EasyJet, l'un des principaux transporteurs low-cost en Europe, a donné son accord à une offre de rachat émanant du fonds d'investissement américain Castlelake. L'opération valorise la compagnie aérienne à environ 5,5 milliards de livres sterling, selon des sources proches du dossier.

Cette décision marque l'aboutissement de plusieurs mois de négociations entre les deux parties. Au cours des dernières semaines, le conseil d'administration d'EasyJet avait rejeté plusieurs propositions de Castlelake, la dernière en date étant une offre évaluée à 4,74 milliards de livres. Les actionnaires avaient ensuite fait savoir qu'ils exigeraient un montant d'au moins 5,3 milliards de livres pour accepter de céder le contrôle de la société.

L'offre finalement acceptée dépasse ce seuil, atteignant 5,5 milliards de livres. Ce montant représente une prime significative par rapport au cours de Bourse d'EasyJet avant le début des spéculations sur un possible rachat. Castlelake, qui détenait déjà une participation dans la compagnie, avait entamé des discussions avec la direction après avoir vu ses premières propositions rejetées.

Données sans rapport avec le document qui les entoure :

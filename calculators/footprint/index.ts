import { defineOperation, type Calculator } from "../schema";
import { footprintAnswer } from "./answer";
import { findFootprint } from "./find-footprint";
import { footprintInput } from "./input";

export { footprintAnswer, type FootprintAnswer } from "./answer";
export { footprintInput, type FootprintInput } from "./input";

export const footprintOperation = defineOperation({
  id: "footprints",
  path: "footprints",
  input: footprintInput,
  answer: footprintAnswer,
  calculate: findFootprint,
  examples: [
    {
      id: "lPlan",
      input: { walk: "E 40 ft, N 20 ft, W 16 ft, N 12 ft, W 24 ft, S 32 ft", inset: "1/2" },
      answer: { closure: { distance: { in: 0 }, oneIn: null }, areaSquareFeet: 1088, perimeter: { text: "144' 0\"" } },
      source: "domain.md V05",
    },
    {
      id: "oneInchOff",
      input: { walk: "E 40 ft, N 20 ft, W 15' 11\", N 12 ft, W 24 ft, S 32 ft" },
      answer: { closure: { east: { in: 1 }, north: { in: 0 }, oneIn: 1727 } },
      source: "domain.md V06",
    },
    {
      id: "braced",
      input: {
        readings: [
          { from: "A", to: "B", reading: "336" },
          { from: "B", to: "C", reading: "288" },
          { from: "C", to: "D", reading: "336" },
          { from: "D", to: "A", reading: "288" },
          { from: "A", to: "C", reading: "443.3125" },
          { from: "B", to: "D", reading: "441.8125" },
        ],
        inset: "1/2",
      },
      answer: { adjustment: { spare: 1, contradictory: false }, unfixed: [] },
      source: "domain.md Q05",
    },
  ],
});

export const footprint: Calculator = {
  name: "footprint",
  version: "1.0.0",
  stage: 1,
  operations: [footprintOperation],
  sources: [
    { title: "Mahun, Open Access Surveying Library", clause: "COGO chapter H, area by coordinates", status: "read", address: "https://jerrymahun.com/index.php/home/open-access/12-iv-cogo/30-cogo-chap-h" },
    { title: "Mahun, Open Access Surveying Library", clause: "chapter D, closure of a traverse", status: "read" },
    { title: "Least squares by variation of coordinates, equal weights", clause: "closure limit √m × the reading error", status: "derived" },
  ],
  cautions: ["code-governs", "one-tape", "recheck-before-cutting"],
};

Fondée en 1995, EasyJet a profondément transformé le transport aérien en Europe en popularisant le modèle low-cost sur les court-courriers. La compagnie, basée à l'aéroport de Londres-Luton, dessert plus de 150 destinations à travers le continent. Sa flotte, composée principalement d'Airbus de la famille A320, en fait l'un des opérateurs les plus importants du ciel européen.

Le rachat par Castlelake devrait permettre à EasyJet de disposer de moyens financiers accrus pour faire face à la concurrence et aux défis du secteur, notamment la transition vers des appareils moins polluants et la volatilité des prix du carburant. Le fonds américain, spécialisé dans les investissements dans le secteur du transport aérien, apporte une expertise reconnue dans ce domaine.

Les modalités précises de l'accord n'ont pas encore été dévoilées dans leur intégralité. Les actionnaires d'EasyJet devront se prononcer sur l'opération lors d'une assemblée générale. Si elle est approuvée, la compagnie pourrait être retirée de la Bourse de Londres, où elle est cotée depuis son introduction en 2000.

Cette acquisition intervient dans un contexte de consolidation du secteur aérien européen, où les compagnies cherchent à gagner en taille critique pour optimiser leurs coûts. EasyJet, qui emploie plusieurs milliers de personnes, est l'une des rares grandes compagnies low-cost à être restée indépendante jusqu'à présent.